Python中如何获取自定义标签的内容？

<txpdiv> 这种自定义的 html 标签，标签的 id 还是通过动态生成的，要怎么获取内容？
css selector 和 xpath 都涉及到该节点的 id，而 id 每次刷新都不一样
Python中如何获取自定义标签的内容？

import re
from html.parser import HTMLParser

# 方法1：使用正则表达式（适合简单场景）
def get_custom_tags_regex(html, tag_name):
    """
    使用正则表达式提取自定义标签内容
    注意：正则解析HTML有局限性，复杂HTML建议用HTMLParser
    """
    pattern = f'<{tag_name}>(.*?)</{tag_name}>'
    return re.findall(pattern, html, re.DOTALL)

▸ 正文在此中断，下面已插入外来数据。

import math
from fractions import Fraction

import pytest
from hypothesis import given
from hypothesis import strategies as st
from scipy import stats

from budgets.evidence.evaluation import MeanSquare, Term
from budgets.evidence.mean_square_intervals import variance_interval
from budgets.evidence.sums import f_quantile, grouped, mean, sum_of_squares


@given(st.lists(st.floats(-1e3, 1e3), min_size=1, max_size=20), st.sampled_from([0.0, 1e6, 1e12]))
def test_sums_agree_with_rational_arithmetic_next_to_a_large_offset(values, offset):
    shifted = [offset + value for value in values]
    exact = [Fraction(value) for value in shifted]
    centre = sum(exact) / len(exact)
    squares = sum((value - centre) ** 2 for value in exact)
    assert mean(shifted) == pytest.approx(float(centre), rel=1e-15, abs=1e-12)
    assert sum_of_squares(shifted) == pytest.approx(float(squares), rel=1e-9, abs=1e-20)


def test_groups_keep_the_order_of_first_appearance():
    assert grouped(["b", "a", "b"], [1.0, 2.0, 3.0]) == {"b": [1.0, 3.0], "a": [2.0]}


@pytest.mark.parametrize("tail", [0.025, 0.05, 0.975])
def test_quantiles_of_f_agree_with_a_reference_library(tail):
    """scipy.stats; the limits of infinite degrees of freedom by chi-square."""
    assert f_quantile(tail, 7, 31.5) == pytest.approx(stats.f.isf(tail, 7, 31.5), rel=1e-10)
    assert f_quantile(tail, 7, math.inf) == pytest.approx(stats.chi2.isf(tail, 7) / 7, rel=1e-10)
    assert f_quantile(tail, math.inf, 7) == pytest.approx(7 / stats.chi2.ppf(tail, 7), rel=1e-10)
    assert f_quantile(tail, math.inf, math.inf) == 1


def terms(*parts):
    return [Term(c, MeanSquare(str(i), ms, nu)) for i, (c, ms, nu) in enumerate(parts)]


def test_intervals_of_differences():
    # Computed independently for the project's rules, from Ting et al. 1990.
    lower, upper = variance_interval(terms((1, 0.09, 59), (-0.5, 0.0144, 20)))
    assert (lower, upper) == pytest.approx((0.056664, 0.126818), abs=5e-7)
    lower, upper = variance_interval(terms((1, 0.09, 59), (-0.5, 0.04, 20), (-0.5, 0.01, 30)))
    assert (lower, upper) == pytest.approx((0.032345, 0.109865), abs=5e-7)


def test_one_mean_square_has_the_chi_square_interval():
    lower, upper = variance_interval(terms((1, 0.09, 12)))
    assert lower == pytest.approx(0.09 * 12 / stats.chi2.isf(0.025, 12), rel=1e-9)
    assert upper == pytest.approx(0.09 * 12 / stats.chi2.ppf(0.025, 12), rel=1e-9)


def test_known_terms_only_shift_an_interval():
    lower, upper = variance_interval(terms((1, 0.09, 12), (-1, 0.02, math.inf), (-1, 0.01, math.inf)))
    alone = variance_interval(terms((1, 0.09, 12)))
    assert (lower, upper) == pytest.approx((alone[0] - 0.03, alone[1] - 0.03), rel=1e-9)


@pytest.mark.parametrize("remainder", [0.005, 0.03])
def test_the_interval_covers_as_often_as_it_says(remainder):
    """Simulation: SEP^2 with 39 degrees of freedom less half a mean square with 15."""
    import numpy as np

    generator = np.random.default_rng(5)
    noise, size = 0.03, 1500
    whole = (remainder + noise / 2) * generator.chisquare(39, size) / 39
    part = noise * generator.chisquare(15, size) / 15
    hits = 0
    for a, b in zip(whole, part, strict=True):
        lower, upper = variance_interval(terms((1, a, 39), (-0.5, b, 15)))
        hits += lower <= remainder <= upper
    assert 0.93 <= hits / size <= 0.98
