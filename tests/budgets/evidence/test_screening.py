import numpy as np
import pytest

from budgets.evidence.screening import cochran_findings, grubbs_findings

QUIET = [("a", [1.0, 1.1]), ("b", [2.0, 2.1]), ("c", [3.0, 2.9]), ("d", [4.0, 4.1]), ("e", [1.0, 0.9])]


def test_one_group_that_scatters_more_is_found():
    assert cochran_findings(QUIET) == []
    found = cochran_findings([*QUIET, ("loud", [1.0, 2.0])])
    assert [(f.group, f.grade, f.test) for f in found] == [("loud", "outlier", "Cochran")]
    # C = .5 / (.5 + 5 x .005)
    assert found[0].statistic == pytest.approx(0.5 / 0.525)
    straggler = cochran_findings([*QUIET, ("loud", [1.0, 1.5])])
    assert straggler[0].grade == "straggler"


def test_unequal_groups_have_a_limit_each():
    found = cochran_findings([*QUIET, ("loud", [1.0, 2.0, 1.5])])
    assert found[0].test == "Cochran, generalised"
    assert found[0].to_document()["values"] == []


@pytest.mark.parametrize(
    "groups", [[], QUIET[:1], [("a", [1.0]), ("b", [2.0, 2.1])], [("a", [1, 1]), ("b", [2, 2])]]
)
def test_nothing_to_compare_finds_nothing(groups):
    assert cochran_findings(groups) == []


def test_one_value_that_stands_out_is_found():
    values = [3.1, 3.12, 3.08, 3.11, 3.09, 3.1]
    assert grubbs_findings("P01", values) == []
    found = grubbs_findings("P01", [*values, 3.4])
    assert [(f.values, f.grade) for f in found] == [((3.4,), "outlier")]
    assert grubbs_findings("P01", [3.10, 3.12, 3.08, 3.11, 3.09, 3.2])[0].grade == "straggler"


@pytest.mark.parametrize(
    ("pair", "grade"), [((3.6, 3.62), "outlier"), ((2.5, 2.52), "outlier"), ((3.19, 3.2), "straggler")]
)
def test_two_values_that_hide_each_other_are_found(pair, grade):
    found = grubbs_findings("P01", [3.10, 3.12, 3.08, 3.11, 3.09, 3.07, *pair])
    assert [(f.test, f.values, f.grade) for f in found] == [("Grubbs, two values", pair, grade)]


@pytest.mark.parametrize(
    "values", [[3.1, 3.2], [3.1, 3.1, 3.1], [3.1, 3.1, 3.2], [3.1, 3.1, 3.1, 3.2, 3.3], [1.0, 1.2, 1.1]]
)
def test_too_few_values_or_a_scatter_hidden_by_the_display_find_nothing(values):
    assert grubbs_findings("P01", values) == []


def test_the_levels_hold_under_the_normal_distribution():
    """Simulation: about 5 % of samples of ten normal values speak in the test for one value."""
    generator = np.random.default_rng(11)
    draws = generator.standard_normal((2000, 10)).tolist()
    share = sum(
        any(found.test == "Grubbs, one value" for found in grubbs_findings("x", values)) for values in draws
    )
    assert share / 2000 == pytest.approx(0.05, abs=0.015)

# 方法2：使用HTMLParser（标准库，更健壮）
class CustomTagParser(HTMLParser):
    def __init__(self, target_tag):
        super().__init__()
        self.target_tag = target_tag
        self.in_target_tag = False
        self.current_data = []
        self.results = []
    
    def handle_starttag(self, tag, attrs):
        if tag == self.target_tag:
            self.in_target_tag = True
    
    def handle_endtag(self, tag):
        if tag == self.target_tag:
            self.in_target_tag = False
            if self.current_data:
                self.results.append(''.join(self.current_data))
                self.current_data = []
    
    def handle_data(self, data):
        if self.in_target_tag:
            self.current_data.append(data)
    
    def get_results(self):
        return self.results

def get_custom_tags_htmlparser(html, tag_name):
    """使用HTMLParser提取自定义标签内容"""
    parser = CustomTagParser(tag_name)
    parser.feed(html)
    return parser.get_results()

# 方法3：使用BeautifulSoup（第三方库，最方便）
try:
    from bs4 import BeautifulSoup
    
    def get_custom_tags_bs4(html, tag_name):
        """使用BeautifulSoup提取自定义标签内容（需要安装beautifulsoup4）"""
        soup = BeautifulSoup(html, 'html.parser')
        tags = soup.find_all(tag_name)
        return [tag.get_text(strip=False) for tag in tags]
        
except ImportError:
    get_custom_tags_bs4 = None

# 示例用法
if __name__ == "__main__":
    # 测试HTML
    html_content = """
    <html>
        <body>
            <custom>这是第一个自定义标签的内容</custom>
            <div>普通div</div>
            <custom>这是第二个<br/>自定义标签的内容</custom>
            <custom><span>嵌套内容</span></custom>
        </body>
    </html>
    """
    
    tag_name = "custom"
    
    print("=== 方法1：正则表达式 ===")
    results1 = get_custom_tags_regex(html_content, tag_name)
    for i, content in enumerate(results1, 1):
        print(f"标签{i}: {content}")
    
    print("\n=== 方法2：HTMLParser ===")
    results2 = get_custom_tags_htmlparser(html_content, tag_name)
    for i, content in enumerate(results2, 1):
        print(f"标签{i}: {content}")
    
    if get_custom_tags_bs4:
        print("\n=== 方法3：BeautifulSoup ===")
        results3 = get_custom_tags_bs4(html_content, tag_name)
        for i, content in enumerate(results3, 1):
            print(f"标签{i}: {content}")

三种方法对比：

正则表达式：简单快速，但处理复杂HTML（如嵌套标签、属性）容易出错
HTMLParser：Python标准库，健壮性好，能处理复杂情况
BeautifulSoup：需要安装第三方库，但API最友好，功能最强大

建议： 简单需求用正则，标准项目用HTMLParser，复杂解析用BeautifulSoup。